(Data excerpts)
//! The tables of a sizing region (tail current and emitter resistance), shared by
//! `summary.md`, `report.md` and `report.html`: the map row by row with the line closing each
//! side, and the Pareto fronts of supply current against noise and distortion.

use super::table::{Cell, Table};
use super::RegionRecord;

fn fixed(value: Option<f64>, decimals: usize) -> String {
    match value {
        Some(v) if v.is_finite() => format!("{v:.decimals$}"),
        _ => "—".into(),
    }
}

/// A line's name as a table shows it (`HD3`, `input noise`, `—` for none).
pub fn line_name(metric: Option<&str>) -> String {
    match metric {
        None => "— (range end)".into(),
        Some("collector_base_margin") => "collector-base margin".into(),
        Some(other) => super::text::metric_label(other),
    }
}

/// The tables of a sizing region: the map row by row (where R_E may lie at each current and
/// which line closes each side), and the two Pareto fronts.
pub fn region_tables(region: &RegionRecord) -> Vec<(String, Table)> {
    let si = crate::units::format_si;
    let unit = |i: usize| region.units.get(i).map(String::as_str).unwrap_or("");
    let first = region.variables.first().map(String::as_str).unwrap_or("");
    let second = region.variables.get(1).map(String::as_str);
    let mut out = Vec::new();
    fn symbol(key: Option<&str>) -> &str {
        match key {
            Some("tail_current") => "I_tail",
            Some("emitter_resistance") => "R_E",
            Some(other) => other,
            None => "",
        }
    }
    let step = |i: usize| {
        region
            .grid
            .get(i)
            .filter(|g| g.len() > 1)
            .map(|g| (g[1] - g[0]).abs())
    };
    let usable_title = match (second, step(1)) {
        (Some(key), Some(step)) => format!(
            "usable grid values of {} (grid step {})",
            symbol(Some(key)),
            si(step, unit(1))
        ),
        _ => "holds".into(),
    };
    let mut rows = Table::new([
        (symbol(Some(first)), true),
        (usable_title.as_str(), false),
        ("closed below by", false),
        ("closed above by", false),
    ]);
    for row in &region.rows {
        let spans = if row.spans.is_empty() {
            format!(
                "no grid value (the best limited by {})",
                line_name(row.limiting_metric.as_deref())
            )
        } else {
            row.spans
                .iter()
                .map(|sp| match second {
                    Some(_) => format!("{} – {}", si(sp.low, unit(1)), si(sp.high, unit(1))),
                    None => "yes".into(),
                })
                .collect::<Vec<_>>()
                .join(", ")
        };
        let below: Vec<String> = row
            .spans
            .iter()
            .map(|sp| line_name(sp.below.as_deref()))
            .collect();
        let above: Vec<String> = row
            .spans
            .iter()
            .map(|sp| line_name(sp.above.as_deref()))
            .collect();
        rows.push(vec![
            si(row.value, unit(0)).into(),
            if row.spans.is_empty() {
                Cell::verdict(false, "", &spans)
            } else {
                spans.into()
            },
            below.join(", ").into(),
            above.join(", ").into(),
        ]);
    }
    out.push((
        format!(
            "The region row by row, at grid resolution: at each grid value of {}, the grid values of {} where every line holds, and the line failing just outside each side (a window narrower than one grid step shows as none; the recommended design is refined between grid values).",
            symbol(Some(first)),
            symbol(second)
        ),
        rows,
    ));
    if !region.noise_front.is_empty() {
        let mut table = Table::new([
            ("I_tail", true),
            ("R_E", true),
            ("input noise (nV/√Hz)", true),
            ("noise margin (dB)", true),
        ]);
        for p in &region.noise_front {
            table.push(vec![
                si(p.tail_current_a, "A").into(),
                si(p.emitter_resistance_ohm, "Ω").into(),
                format!("{:.3}", 1e9 * p.value).into(),
                fixed(p.margin, 2).into(),
            ]);
        }
        out.push((
            "Pareto front of supply current against input noise: at each grid current, the lowest-noise design meeting every other line; a design is listed when no lower current reaches its noise.".into(),
            table,
        ));
    }
    if let Some(front) = region
        .distortion_front
        .as_ref()
        .filter(|f| !f.points.is_empty())
    {
        let at = front
            .at_v
            .map(|a| format!(" at {}", si(a, "V")))
            .unwrap_or_default();
        let heading = format!(
            "{}{at} ({})",
            super::text::metric_label(&front.metric),
            front.unit
        );
        let mut table = Table::new([
            ("I_tail", true),
            ("R_E", true),
            (heading.as_str(), true),
            ("margin (dB)", true),
        ]);
        for p in &front.points {
            table.push(vec![
                si(p.tail_current_a, "A").into(),
                si(p.emitter_resistance_ohm, "Ω").into(),
                if front.unit == "V" {
                    si(p.value, "V")
                } else {
                    format!("{:.2}", p.value)
                }
                .into(),
                fixed(p.margin, 2).into(),
            ]);
        }
        out.push((
            format!(
                "Pareto front of supply current against the binding distortion line ({}{at}): at each grid current, the best design meeting every other line.",
                super::text::metric_label(&front.metric)
            ),
            table,
        ));
    }
    out
}
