//! Reading a stage's `tail_current_law`.

use super::reader::{At, Range};
use super::tree::NodeValue;
use crate::error::PlanError;
use crate::model::tail::TailCurrentLaw;
use crate::units::Unit;

/// What the `tail_current_law` key accepts.
pub const ACCEPTED: &str =
    "constant, ptat, or {temperature_coefficient: 0.002} (fraction per kelvin, e.g. \"2000e-6\" or \"0.2%\")";

/// Reads the `tail_current_law` value of a stage.
pub fn read_tail_law(at: &At) -> Result<TailCurrentLaw, PlanError> {
    match &at.node.value {
        NodeValue::Text(text) => match text.as_str() {
            "constant" => Ok(TailCurrentLaw::Constant),
            "ptat" => Ok(TailCurrentLaw::Ptat),
            other => Err(at.error(format!("unknown tail-current law `{other}`"), ACCEPTED)),
        },
        NodeValue::Map(_) => {
            let map = at.map(&["temperature_coefficient"])?;
            let tc = map.quantity(
                "temperature_coefficient",
                Unit::Ratio,
                Range::Between(-0.1, 0.1),
            )?;
            Ok(TailCurrentLaw::Coefficient(tc))
        }
        other => Err(at.error(format!("expected a law, found {}", other.kind()), ACCEPTED)),
    }
}
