//! `points.csv`: one row per drive point, for spreadsheets and scripts.

use super::Report;

/// Renders the drive points as CSV (dB figures empty below the analysis floor).
pub fn points_csv(report: &Report) -> Result<Vec<u8>, csv::Error> {
    let mut writer = csv::Writer::from_writer(Vec::new());
    let orders: Vec<String> = report
        .points
        .first()
        .map(|p| p.harmonics.keys().cloned().collect())
        .unwrap_or_default();
    let mut sorted_orders = orders.clone();
    sorted_orders.sort_by_key(|k| {
        k.trim_start_matches("hd")
            .trim_end_matches("_dbc")
            .parse::<usize>()
            .unwrap_or(0)
    });
    let mut header = vec![
        "stage".to_string(),
        "temperature_c".into(),
        "frequency_hz".into(),
        "amplitude_v".into(),
        "fundamental_v".into(),
        "gain_db".into(),
    ];
    header.extend(sorted_orders.iter().cloned());
    header.extend(
        ["thd_dbc", "im3_dbc", "im2_dbc", "single_ended_hd2_dbc", "single_ended_hd3_dbc", "samples", "forward_active"]
            .map(String::from),
    );
    writer.write_record(&header)?;
    let cell = |v: Option<f64>| v.map(|x| format!("{x}")).unwrap_or_default();
    for p in &report.points {
        let mut row = vec![
            p.stage.clone(),
            p.temperature_c.to_string(),
            p.frequency_hz.to_string(),
            p.amplitude_v.to_string(),
            p.fundamental_v.to_string(),
            p.gain_db.to_string(),
        ];
        row.extend(sorted_orders.iter().map(|k| cell(p.harmonics.get(k).copied().flatten())));
        row.push(cell(p.thd_dbc));
        row.push(cell(p.im3_dbc.flatten()));
        row.push(cell(p.im2_dbc.flatten()));
        row.push(cell(p.single_ended_hd2_dbc));
        row.push(cell(p.single_ended_hd3_dbc));
        row.push(p.samples.to_string());
        row.push(p.forward_active.to_string());
        writer.write_record(&row)?;
    }
    writer.into_inner().map_err(|e| e.into_error().into())
}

- TASK DETAILS:
Write the number of lines above that contain the string "header", and nothing besides.

- RESPONSE FOR THIS EXERCISE:
4